Idyllic Rural Britain
The divide between rural and urban living has long been championed. The fox-hunting debate from 02-05 and the recent division in Brexit / Bremain are key examples of this. Certainly for the recent divide, many living in urban spaces have reconciled themselves to the idea that life is far worse in rural areas, and that we don’t understand what led them to vote Brexit. But is this an accurate picture of country living?
For this week, The Echo Chamber takes a break from looking at the news of the day, and instead looks at the statistics behind what it’s like to live in the hamlets of the UK. Is it really filled with mass unemployment? Will lack of EU subsidies really bring these regions to their knees?
Because looking at the government stats, it looks like these areas are doing fairly well. But given the majority of reporting on rural areas are done in the cities – it may be that we’re losing touch with what is important to rural citizens.

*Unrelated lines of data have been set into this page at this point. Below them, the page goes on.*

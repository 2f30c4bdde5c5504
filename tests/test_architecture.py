"""Who may import whom, read from the source with `ast`: an arrow is added to the table on purpose.

Imports inside functions and under `if TYPE_CHECKING:` count like any other.
"""

from __future__ import annotations

import ast
import sys
from collections.abc import Iterator
from dataclasses import dataclass
from graphlib import TopologicalSorter
from pathlib import Path

import pytest

ROOT = Path(__file__).resolve().parents[1]
PACKAGE = ROOT / "robustrm"
FILES = sorted(PACKAGE.rglob("*.py"))

COMMON = {"results", "_checks", "_format", "errors"}
TABLE = {"table", "records", "ledger", "ties"}
ANALYSIS = {"methods", "methods.registry", "advice", "plan", *TABLE}
TRIALS = {"simulation", "kernels", "advice.rule", "advice.record", *ANALYSIS}

# A room may import itself and what stands here. A file belongs to the longest name that fits it.
MAY_IMPORT: dict[str, set[str]] = {
    "errors": set(),
    "_checks": {"errors"},
    "_format": set(),
    "results": {"_checks", "_format", "errors"},
    "cells": {"_checks", "errors"},
    "ties": {"_checks", "errors"},
    "ledger": {"_checks", "_format", "errors"},
    "records": {"cells", "ledger", "ties", *COMMON},
    "table": {"cells", *TABLE, *COMMON},
    "reading": {"cells", *TABLE, *COMMON},
    "kernels": set(),
    "methods": {"kernels", "methods.registry", *TABLE, *COMMON},
    "methods.registry": COMMON,
    "plan": {"methods.registry", *COMMON},
    # view and describe alone see the table; what chooses sees the view's figures and the plan.
    "advice": {
        "advice.view", "advice.blind", "advice.describe", "advice.rule", "advice.advising",
        *COMMON,
    },
    "advice.view": {*TABLE, *COMMON},
    "advice.blind": {"advice.view", "kernels", "ties", *COMMON},
    "advice.describe": {"kernels", *TABLE, *COMMON},
    "advice.rule": {"advice.blind", "plan", *COMMON},
    "advice.record": {"advice.blind", "advice.rule", *COMMON},
    # hands the table on to the view; says beforehand what the planned tests can reach
    "advice.advising": {
        "advice.view", "advice.blind", "advice.describe", "advice.rule", "advice.record",
        "methods", "plan", "table", *COMMON,
    },
    "analysis": {*ANALYSIS, *COMMON},
    "sensitivity_analysis": {"kernels", "analysis", *ANALYSIS, *COMMON},
    # sends blocks out and keeps them; knows nothing of what they hold
    "work": {"_checks", "errors"},
    "simulation": {"kernels", *COMMON},
    # the level of the specification grid is that of the grid itself, table in and p out
    "trials": {"sensitivity_analysis", *TRIALS, *COMMON},
    "sizing": {"trials", "work", *TRIALS, *COMMON},
    "panels": {"reading", "cells", "work", "kernels", "analysis", *ANALYSIS, *COMMON},
    # figures draw what a result class holds: the rooms that own one, and nothing that computes.
    # A blind figure is made of what advice may see, so it takes the view.
    "figures": {
        "methods", "methods.registry", "advice", "advice.view", "advice.blind", "advice.describe",
        "analysis", "sensitivity_analysis", "trials", "sizing", "panels", *TABLE, *COMMON,
    },
    "demo": {"_checks", "errors"},
    "__init__": {
        "reading", "table", "methods", "methods.registry", "plan", "advice", "analysis",
        "sensitivity_analysis", "sizing", "panels", "results", "errors",
    },
}  # fmt: skip
MAY_IMPORT["report"] = set(MAY_IMPORT) - {"__init__"}
MAY_IMPORT["cli"] = set(MAY_IMPORT)
MAY_IMPORT["__main__"] = {"cli"}  # `python -m robustrm`, and nothing else

# The one named exception: an Analysis writes its own report, and asks for it when it does.
EXCEPTIONS = {
    ("analysis", "Analysis.to_dict", "report"),
    ("analysis", "Analysis.write_report", "report"),
}

# Libraries that cost a second: inside the function that uses them, or in the room built on them.
HEAVY = {
    "click": {"cli"},
    "jinja2": set(),
    "matplotlib": {"figures"},
    "openpyxl": set(),
    "pyarrow": set(),
    "scikit_posthocs": set(),
    "scipy.stats": set(),
    "seaborn": set(),
    "statsmodels": set(),
}


@dataclass(frozen=True)
class Imported:
    """One imported module: where, in which function or class, and whether for types alone."""

    target: str
    line: int
    scope: str
    inside_function: bool
    type_only: bool
    relative: bool


def is_module(name: str) -> bool:
    place = ROOT.joinpath(*name.split("."))
    known = name.removeprefix("robustrm.") in MAY_IMPORT
    return known or place.with_suffix(".py").exists() or (place / "__init__.py").exists()


def targets(node: ast.Import | ast.ImportFrom) -> list[str]:
    if isinstance(node, ast.Import):
        return [alias.name for alias in node.names]
    base = node.module or ""
    full = [f"{base}.{alias.name}" for alias in node.names]
    if base.split(".")[0] == "robustrm":
        return [name if is_module(name) else base for name in full]
    return full


def imports(
    node: ast.AST, scope: str = "", *, inside_function: bool = False, type_only: bool = False
) -> Iterator[Imported]:
    for child in ast.iter_child_nodes(node):
        if isinstance(child, ast.Import | ast.ImportFrom):
            relative = isinstance(child, ast.ImportFrom) and child.level > 0
            for target in targets(child):
                yield Imported(target, child.lineno, scope, inside_function, type_only, relative)
            continue
        function = isinstance(child, ast.FunctionDef | ast.AsyncFunctionDef)
        typing = isinstance(child, ast.If) and "TYPE_CHECKING" in ast.unparse(child.test)
        inner = scope
        if isinstance(child, ast.FunctionDef | ast.AsyncFunctionDef | ast.ClassDef):
            inner = f"{scope}.{child.name}".lstrip(".")
        yield from imports(
            child,
            inner,
            inside_function=inside_function or function,
            type_only=type_only or typing,
        )


def room_of(module: str) -> str | None:
    """Return the room of a dotted module name, None when the table does not know it."""
    if module in ("robustrm", "robustrm.__init__"):
        return "__init__"
    parts = module.split(".")[1:]
    names = (".".join(parts[:stop]) for stop in range(len(parts), 0, -1))
    return next((name for name in names if name in MAY_IMPORT), None)


def faults(module: str, source: str) -> list[str]:
    """Return every broken rule of one file, as `module:line: what`."""
    tree = ast.parse(source)
    room = room_of(module)
    if room is None:
        return [f"{module}: belongs to no room; add it to MAY_IMPORT on purpose"]
    found = []
    for item in imports(tree):
        found += [f"{module}:{item.line}: {fault}" for fault in import_faults(room, item)]
    found += [f"{module}:{line}: {fault}" for line, fault in call_faults(room, tree)]
    return found


def import_faults(room: str, item: Imported) -> Iterator[str]:
    if item.relative:
        yield "relative import; write the absolute name"
    elif item.target.split(".")[0] == "robustrm":
        target = room_of(item.target)
        allowed = target == room or target in MAY_IMPORT[room]
        if not allowed and (room, item.scope, target) not in EXCEPTIONS:
            yield f"{room} may not import {target} ({item.target})"
    elif room == "kernels":
        yield from kernel_faults(item)
    elif not item.inside_function and not item.type_only:
        for library, homes in HEAVY.items():
            if f"{item.target}.".startswith(f"{library}.") and room not in homes:
                yield f"{library} is heavy: import it inside the function that uses it"


def kernel_faults(item: Imported) -> Iterator[str]:
    library = item.target.split(".")[0]
    if library == "scipy":
        part = item.target.split(".")[1:2]
        if part in ([], ["stats"]):
            yield f"kernels take distribution functions from scipy.special, not {item.target}"
        elif part != ["special"] and not item.inside_function:
            yield f"{item.target} is heavy: import it inside the function that uses it"
    elif library == "warnings":
        yield "a kernel never warns"
    elif library != "numpy" and library not in sys.stdlib_module_names:
        yield f"kernels import NumPy, SciPy and kernels only, not {item.target}"


def call_faults(room: str, tree: ast.AST) -> Iterator[tuple[int, str]]:
    for node in ast.walk(tree):
        if not isinstance(node, ast.Call):
            continue
        name = ast.unparse(node.func)
        if name == "print" and room not in ("cli", "demo"):
            yield node.lineno, "print(): only the command line speaks to the terminal"
        hidden = name == "__import__" or name.split(".")[-1] == "import_module"
        if hidden and room != "methods.registry":
            yield node.lineno, f"{name}() hides an import from this test; only the registry may"


def module_name(path: Path) -> str:
    parts = path.relative_to(ROOT).with_suffix("").parts
    return ".".join(parts[:-1] if parts[-1] == "__init__" else parts)


@pytest.mark.parametrize("path", FILES, ids=lambda path: path.relative_to(ROOT).as_posix())
def test_every_file_keeps_to_its_room(path: Path):
    assert faults(module_name(path), path.read_text(encoding="utf-8")) == []


def test_the_package_was_found():
    assert PACKAGE / "errors.py" in FILES


def test_every_folder_with_code_is_a_package():
    folders = {path.parent for path in FILES}
    assert [folder for folder in sorted(folders) if not (folder / "__init__.py").exists()] == []


def test_only_the_command_line_may_see_the_front_desk_and_no_room_the_command_line():
    assert [room for room, allowed in MAY_IMPORT.items() if "cli" in allowed] == ["__main__"]
    assert [room for room, allowed in MAY_IMPORT.items() if "__init__" in allowed] == ["cli"]


def test_the_arrows_name_rooms_of_the_table():
    assert set().union(*MAY_IMPORT.values()) <= set(MAY_IMPORT)


def test_the_arrows_have_no_circle():
    # The files of one room see each other; between rooms the way of the data is one way.
    # `table` and `records` count as one room, and so do `advice` and its files.
    files = [room for room in MAY_IMPORT if room.startswith("advice.")]
    whole = {"records": "table", **dict.fromkeys(files, "advice")}
    arrows: dict[str, set[str]] = {}
    for room, allowed in MAY_IMPORT.items():
        name = whole.get(room, room)
        arrows.setdefault(name, set()).update(whole.get(target, target) for target in allowed)
    for name, allowed in arrows.items():
        allowed.discard(name)
    assert set(TopologicalSorter(arrows).static_order()) == set(arrows)


def test_there_is_no_room_for_leftovers():
    names = ("utils", "util", "helpers", "misc", "common")
    assert [path for path in FILES if path.stem in names or path.parent.name in names] == []


def is_front_desk_statement(node: ast.stmt) -> bool:
    """Docstring, import, or the assignment of a dunder name to a literal."""
    if isinstance(node, ast.Assign):
        names = [ast.unparse(target) for target in node.targets]
        literal = isinstance(node.value, ast.Constant | ast.List | ast.Tuple)
        return literal and all(name.startswith("__") for name in names)
    if isinstance(node, ast.Expr):
        return isinstance(node.value, ast.Constant)
    return isinstance(node, ast.Import | ast.ImportFrom)


def test_the_front_desk_has_no_logic():
    tree = ast.parse((PACKAGE / "__init__.py").read_text(encoding="utf-8"))
    assert [ast.unparse(node) for node in tree.body if not is_front_desk_statement(node)] == []


def test_the_methods_room_exports_nothing():
    tree = ast.parse((PACKAGE / "methods" / "__init__.py").read_text(encoding="utf-8"))
    assert [ast.unparse(node) for node in tree.body if not isinstance(node, ast.Expr)] == []


# The rules above are worth something only if they object: one offence a line.
OFFENCES = [
    ("kernels.ranks", "from robustrm.table import OccasionTable", "kernels may not import table"),
    ("kernels.ranks", "from robustrm import errors", "kernels may not import errors"),
    ("kernels.ranks", "from scipy import stats", "scipy.special, not scipy.stats"),
    ("kernels.ranks", "import scipy", "scipy.special, not scipy"),
    ("kernels.ranks", "from scipy.spatial import distance", "scipy.spatial.distance is heavy"),
    ("kernels.ranks", "import pandas as pd", "kernels import NumPy, SciPy and kernels only"),
    ("kernels.ranks", "import warnings", "never warns"),
    ("methods.friedman", "from . import quade", "relative import"),
    ("methods.friedman", "import robustrm as rm", "methods may not import __init__"),
    ("methods.friedman", "import statsmodels.api as sm", "statsmodels is heavy"),
    ("methods.friedman", "from scipy.stats import f", "scipy.stats is heavy"),
    ("methods.friedman", "def f():\n    from robustrm.cli import main", "may not import cli"),
    ("plan", "from robustrm.methods import friedman", "plan may not import methods"),
    ("advice.rule", "from robustrm.table import OccasionTable", "advice.rule may not import table"),
    ("advice.rule", "from robustrm.advice import describe", "may not import advice.describe"),
    ("table", "if TYPE_CHECKING:\n    from robustrm.analysis import Analysis", "import analysis"),
    ("analysis", "from robustrm.report import document", "analysis may not import report"),
    ("analysis", "def write_report():\n    import robustrm.report", "may not import report"),
    ("figures.steps", "from robustrm.kernels import ranks", "figures may not import kernels"),
    ("demo.make", "from robustrm.table import OccasionTable", "demo may not import table"),
    ("report.text", "print(1)", "print(): only the command line"),
    ("reading.files", "importlib.import_module('robustrm.cli')", "hides an import"),
    ("sundries", "x = 1", "belongs to no room"),
]


@pytest.mark.parametrize(
    ("module", "source", "fault"), OFFENCES, ids=[f"{o[0]}: {o[1]}" for o in OFFENCES]
)
def test_an_offence_is_seen(module: str, source: str, fault: str):
    found = faults(f"robustrm.{module}", source)
    assert len(found) == 1
    assert fault in found[0]


LAWFUL = [
    ("kernels.ranks", "from robustrm.kernels import scores"),
    ("kernels.ranks", "from scipy.special import ndtri"),
    ("kernels.ranks", "def hull():\n    from scipy.spatial import ConvexHull"),
    ("methods.friedman", "from robustrm.methods.follow_up import follow_up"),
    ("methods.friedman", "def f():\n    from scipy.stats import f"),
    ("plan", "from robustrm.methods import registry"),
    (
        "analysis",
        "class Analysis:\n    def to_dict(self):\n        import robustrm.report.document",
    ),
    ("cli", "import click\nimport robustrm as rm\nprint(1)"),
]


@pytest.mark.parametrize(("module", "source"), LAWFUL, ids=[f"{o[0]}: {o[1]}" for o in LAWFUL])
def test_a_lawful_import_passes(module: str, source: str):
    assert faults(f"robustrm.{module}", source) == []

Government Stats on Rural Living
If you live in rural areas – you are more likely to have a greater quality of life. Those who live in rural locations are healthier, wealthier and more educated.

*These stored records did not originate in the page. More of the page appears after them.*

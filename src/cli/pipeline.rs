//! The calls from scenario to files, in their order.

use super::arguments::Format;
use super::failure::Failure;
use super::faults;
use crate::plan::Plan;
use crate::reading::{self, Moment, Summary};
use crate::record::Record;
use crate::scenario::{self, Loaded};
use crate::{exposure, show, solve};
use std::fmt::Display;
use std::fs;
use std::path::Path;

/// The scenario as resolved, in the folder of results.
pub const SCENARIO_FILE: &str = "scenario.toml";

/// A scenario that can be run.
pub struct Read {
    /// Plan and cautions.
    pub loaded: Loaded,
    /// SHA-256 of the text, followed by that of its own models.
    pub hash: String,
}

/// A run and what was read off it.
pub struct Played {
    /// All histories.
    pub record: Record,
    /// The timeline.
    pub moments: Vec<Moment>,
    /// The run in a few numbers.
    pub summary: Summary,
}

/// Reads a scenario; faults are told on the way out.
///
/// # Errors
/// A file that cannot be read, or faults in it.
pub fn read(file: &Path, tactic: Option<&str>, format: Format) -> Result<Read, Failure> {
    let bytes = fs::read(file).map_err(|error| Failure::read(file, error))?;
    let name = file.display().to_string();
    let text =
        scenario::text_from_bytes(&name, bytes).map_err(|report| faults::tell(&report, format))?;
    let beside = |models: &str| {
        let path = file.with_file_name(models);
        let bytes = fs::read(&path).map_err(|error| error.to_string())?;
        String::from_utf8(bytes).map_err(|_| "it is not UTF-8 text".to_owned())
    };
    let loaded = scenario::load_beside(&name, &text, tactic, &beside)
        .map_err(|report| faults::tell(&report, format))?;
    // A run comes from the scenario and the models beside it.
    let models = loaded.models.as_ref().map_or("", |models| &models.text);
    Ok(Read {
        hash: scenario::hash(&format!("{text}{models}")),
        loaded,
    })
}

/// Runs a plan and reads the record.
///
/// # Errors
/// A plan that the solver cannot use.
pub fn play(
    plan: &Plan,
    every: f64,
    watch: &mut dyn FnMut(f64) -> bool,
) -> Result<Played, Failure> {
    let mut record =
        solve::run(plan, every, watch).map_err(|fault| Failure::Unusable(fault.to_string()))?;
    exposure::observe(&mut record, plan);
    let moments = reading::moments(&record, plan);
    let summary = reading::summary(&record, plan);
    Ok(Played {
        record,
        moments,
        summary,
    })
}

/// All result files in memory: name and bytes.
///
/// # Errors
/// When a table or plot could not be put together.
pub fn files(played: &Played, read: &Read) -> Result<Vec<(String, Vec<u8>)>, Failure> {
    let (record, plan) = (&played.record, &read.loaded.plan);
    let mut files = vec![
        (
            "record.csv".to_owned(),
            show::record_csv(record, plan).map_err(unexpected)?,
        ),
        (
            "record.json".to_owned(),
            show::record_json(record, plan, &read.hash).map_err(unexpected)?,
        ),
        (
            "timeline.csv".to_owned(),
            show::timeline_csv(&played.moments).map_err(unexpected)?,
        ),
        (
            SCENARIO_FILE.to_owned(),
            scenario::resolved_text(plan).into_bytes(),
        ),
    ];
    files.extend(show::plots::all(record, plan).map_err(unexpected)?);
    Ok(files)
}

/// Wraps what cannot happen in memory, so that it would be told and not hidden.
pub fn unexpected(error: impl Display) -> Failure {
    Failure::Unexpected(error.to_string())
}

- You will live for longer if you live outside towns and cities
- You will have more disposable income
- You are more likely to be employed
- You are more likely to work from home
- You will be better educated, and surrounded by more educated people
- There is a much lower crime rate
The Media on Rural Britain
These are the top stories on rural Britain this last month…
The Archers – read about it everywhere
Countryfile – tune into daytime TV at anytime
But this doesn’t tell the whole story
300 newspapers shut in last decade
“Local newspapers and their websites are the most trusted form of the media, read by more than 30 million people each week. People expect their local newspaper to be their watchdog, keeping tabs on the decisions made by local politicians, defending local services, supporting the local football team and giving a voice to the community.”
80% of local journalism jobs gone
“Most politicians want there to be a healthy, challenging local media landscape. Not least because it means they get in the media more themselves.“It’s also absolutely essential to the healthy running of a democracy.”
The Echo Chamber wants to have a realistic picture of what is going on in rural communities outside of The Archers and Countryfile. If journalists and writers aren’t encouraged to live in remote areas, then how can we get a balanced point of view? How can we empathise on issues where there is a clear divisional split between those living in rural areas, and those living in cities?